Und dann, zwar schon viel seltener als früher, gibt es noch den totalen Blackout – wo nichts mehr geht. Es sind die Tage, an denen der Rucksack unerträglich ist. So schwer, dass er mich gar nicht aufstehen lässt. Der Tag zusätzlich mit großen, schwarzen Gewitterwolken startet, der Kopf vor Schmerz zu zerplatzten scheint, der ganze Körper bis zur kleinen Zehe schwach ist, der Magen mit Übelkeit reagiert nicht einmal einen Schluck Wasser hält. Jedes Geräusch im Kopf dröhnt und jeder ansonsten angenehme und wärmende Sonnenstrahl die Augen erdolcht, und ich nur darauf warte, bis das Gewitter abzieht. Ein furchtbarer Zustand, den man keinem Menschen wünscht. An diesen Tagen kann ich nichts machen, da trägt mich nur die Hoffnung und Erwartung, dass mein Zustand sich möglichst rasch bessert und die positiven Lebensgeister wieder das Ruder übernehmen.

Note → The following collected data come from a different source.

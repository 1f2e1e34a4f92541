import { Router } from 'express';
import { z } from 'zod';
import { allow } from '../auth/permission';
import type { Db } from '../db';
import { parseInput } from '../http/validate';
import { createTeam, listTeams, removeMember, setMember, updateTeam } from '../services/access/teams';
import { idParam } from './id-param';

const address = (field: string) =>
  z.email({ error: `${field} must be an e-mail address such as payments-alerts@larkfield.test, or null for none` }).max(320).nullable().optional();
const name = z.string({ error: 'name must be text, such as Payments' }).trim().min(1, 'name must not be empty').max(100, 'name must be at most 100 characters');

const newTeam = z.strictObject({
  slug: z.string({ error: 'slug is required' }).regex(/^[a-z0-9][a-z0-9-]{0,49}$/, "slug must be 1–50 lower-case letters, digits or '-', such as payments"),
  name,
  alertEmail: address('alertEmail'),
  escalationEmail: address('escalationEmail'),
});
const teamChange = z
  .strictObject({ name: name.optional(), alertEmail: address('alertEmail'), escalationEmail: address('escalationEmail') })
  .refine((c) => Object.keys(c).length > 0, 'Send at least one of name, alertEmail, escalationEmail.');
const membership = z.strictObject({ wantsAlertMail: z.boolean({ error: 'wantsAlertMail must be true or false' }).default(false) });

/** Teams: everyone reads them; owners set their own team's alert addresses; admins do the rest. */
export function teamRoutes(db: Db): Router {
  const router = Router();
  router.get('/v1/teams', allow('viewer'), async (_req, res) => {
    res.json({ teams: await listTeams(db) });
  });
  router.post('/v1/teams', allow('admin'), async (req, res) => {
    res.status(201).json({ team: await createTeam(db, req.user!, parseInput(newTeam, req.body, 'body')) });
  });
  router.patch('/v1/teams/:id', allow('owner'), async (req, res) => {
    const change = parseInput(teamChange, req.body, 'body');
    res.json({ team: await updateTeam(db, req.user!, idParam(req.params.id, 'team'), change) });
  });
  router.put('/v1/teams/:id/members/:userId', allow('admin'), async (req, res) => {
    const { wantsAlertMail } = parseInput(membership, req.body, 'body');
    res.json({ member: await setMember(db, req.user!, idParam(req.params.id, 'team'), idParam(req.params.userId, 'user'), wantsAlertMail) });
  });
  router.delete('/v1/teams/:id/members/:userId', allow('admin'), async (req, res) => {
    await removeMember(db, req.user!, idParam(req.params.id, 'team'), idParam(req.params.userId, 'user'));
    res.status(204).end();
  });
  return router;
}
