import { z } from 'zod';
import { ALERT_LEVELS } from '../alerts/settings';

const level = z.enum(ALERT_LEVELS as [string, ...string[]], `level must be one or more of ${ALERT_LEVELS.join(', ')} (comma-separated)`);

export const alertListInput = z.strictObject({
  state: z.enum(['live', 'open', 'acknowledged', 'resolved', 'all'], 'state must be live (open or acknowledged), open, acknowledged, resolved or all').default('live'),
  level: z
    .string()
    .optional()
    .transform((v) => (v ? v.split(',').map((s) => s.trim()).filter(Boolean) : []))
    .pipe(z.array(level)),
  team: z.string().trim().min(1, 'team must be a team slug such as payments').optional(),
  service: z.string().trim().min(1, 'service must be a service name such as checkout').optional(),
  sketch: z.coerce.number('sketch must be a sketch id').int('sketch must be a whole number').positive('sketch must be a sketch id').optional(),
  limit: z.coerce.number('limit must be a whole number from 1 to 500').int().min(1, 'limit must be a whole number from 1 to 500').max(500, 'limit must be a whole number from 1 to 500').default(200),
});

export const acknowledgeInput = z.strictObject({
  note: z.string('note must be text, such as "resizing in today\'s deploy"').trim().max(500, 'note must be at most 500 characters').optional(),
});

const moment = (field: string) => z.iso.datetime({ offset: true, error: `${field} must be a date and time with its zone, such as 2026-12-01T14:00:00Z` });

export const quietWindowInput = z
  .strictObject({
    scope: z.enum(['sketch', 'service', 'team'], 'scope must be sketch, service or team: what the window quiets'),
    sketchId: z.number('sketchId must be a sketch id (a number)').int().positive().optional(),
    service: z.string('service must be a service name such as checkout').trim().min(1, 'service must not be empty').optional(),
    team: z.string('team must be a team slug such as payments').trim().min(1, 'team must not be empty').optional(),
    startsAt: moment('startsAt').optional(),
    endsAt: moment('endsAt'),
    reason: z.string('reason is required: say why, e.g. "checkout load test"').trim().min(1, 'reason must say why, e.g. "checkout load test"').max(300, 'reason must be at most 300 characters'),
  })
  .superRefine((input, ctx) => {
    const field = { sketch: 'sketchId', service: 'service', team: 'team' } as const;
    const wanted = field[input.scope];
    if (input[wanted] === undefined) ctx.addIssue({ code: 'custom', path: [wanted], message: `A quiet window for a ${input.scope} needs ${wanted}.` });
    for (const other of Object.values(field)) {
      if (other !== wanted && input[other] !== undefined) {
        ctx.addIssue({ code: 'custom', path: [other], message: `${other} does not go with scope ${input.scope}; send only ${wanted}, or change the scope.` });
      }
    }
  })
  .transform((input) => ({ ...input, startsAt: input.startsAt ? new Date(input.startsAt) : undefined, endsAt: new Date(input.endsAt) }));

export const quietListInput = z.strictObject({
  when: z.enum(['active', 'past', 'all'], 'when must be active (in force or upcoming), past or all').default('active'),
  team: z.string().trim().min(1, 'team must be a team slug such as payments').optional(),
});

Obwohl der Rucksack immer dabei ist und an manchen Tagen gar unerträglich ist, bin ich sehr stolz darauf, ihn die meiste Zeit mit Würde tragen zu können. Der Gedanke an die Sonnenscheintage erfüllen mich immer wieder mit großem Mut und Freude und ich denke mir – so bin ich, das ist mein echtes Naturell!
Um wieder auf den Eisberg zurückzukommen – das stehe ich gefühlt erhaben an der Spitze mit vollem Überblick!

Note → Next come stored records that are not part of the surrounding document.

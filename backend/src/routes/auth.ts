import { Router, type Request } from 'express';
import { recordAudit } from '../audit/record';
import { allow } from '../auth/permission';
import { reasonOf, type SignInClient } from '../auth/oidc-client';
import type { Config } from '../config';
import type { Db } from '../db';
import { AppError } from '../http/errors';
import { perMinuteLimit } from '../http/rate-limit';
import { currentUserView } from '../services/access/users';
import { recordSignIn } from '../services/access/sign-in';

/**
 * Sign-in through the OpenID Connect provider, sign-out and "who am I".
 * The callback is a GET by the protocol's design; it is bound to the browser's
 * own session by `state`, the nonce and the PKCE verifier, so another site cannot complete it.
 */
export function authRoutes(config: Config, db: Db, signIn: SignInClient): Router {
  const router = Router();
  const limit = perMinuteLimit(config.SIGN_IN_RATE_PER_MINUTE, 'sign-in');

  router.get('/auth/login', allow('public'), limit, async (req, res) => {
    browserOnly(req);
    const { url, pending } = await signIn.begin();
    req.session.pendingSignIn = { ...pending, returnTo: safeReturnTo(req.query.returnTo) };
    await save(req);
    res.redirect(303, url.href);
  });

  router.get('/auth/callback', allow('public'), limit, async (req, res) => {
    browserOnly(req);
    const pending = req.session.pendingSignIn;
    const problem = (text: string) => res.redirect(303, `/sign-in?problem=${encodeURIComponent(text)}`);
    if (typeof req.query.error === 'string') {
      return problem(`The sign-in provider said: ${req.query.error_description ?? req.query.error}.`);
    }
    if (!pending) return problem('This sign-in attempt has expired or began in another browser; sign in again.');
    let userId: number;
    try {
      const claims = await signIn.finish(new URL(req.originalUrl, config.publicUrl), pending);
      userId = await recordSignIn(db, claims);
    } catch (err) {
      return problem(err instanceof AppError ? err.message : `Sign-in failed (${reasonOf(err)}); sign in again.`);
    }
    // A fresh session id at sign-in, so an id planted before sign-in is worthless.
    await new Promise<void>((resolve, reject) => req.session.regenerate((err) => (err ? reject(err) : resolve())));
    req.session.userId = userId;
    req.session.signedInAt = Date.now();
    await save(req);
    res.redirect(303, pending.returnTo);
  });

  router.post('/auth/logout', allow('public'), async (req, res) => {
    if (req.user?.via === 'session') {
      await recordAudit(db, { actor: req.user, action: 'user.signed_out', subjectType: 'user', subjectId: req.user.id });
    }
    if (req.session) await new Promise<void>((resolve, reject) => req.session.destroy((err) => (err ? reject(err) : resolve())));
    res.clearCookie('brimwatch.sid', { path: '/' });
    res.status(204).end();
  });

  router.get('/auth/me', allow('viewer'), async (req, res) => {
    res.json({ user: await currentUserView(db, req.user!) });
  });

  return router;
}

/** Sign-in lives in a cookie session; a request with a bearer token has none and needs none. */
function browserOnly(req: Request): void {
  if (!req.session) throw new AppError(400, 'not_a_browser', 'Sign-in is for a browser; a request with an API token is already identified by its token.');
}

/** Only a path of Brimwatch itself, never another site (an open redirect). */
function safeReturnTo(value: unknown): string {
  return typeof value === 'string' && /^\/(?![/\\])/.test(value) ? value : '/';
}

function save(req: Request): Promise<void> {
  return new Promise((resolve, reject) => req.session.save((err) => (err ? reject(err) : resolve())));
}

Das Leben ist so schön - ich habe das große Privileg, es noch intensiver erfahren und wertschätzen zu dürfen.
Jetzt, wo ihr diese Geschichte kennt und wisst, wünsche ich mir von euch nichts weiter als euer Verständnis für meine Situation und für mich wünsche ich mir möglichst viele Sonnenscheintage!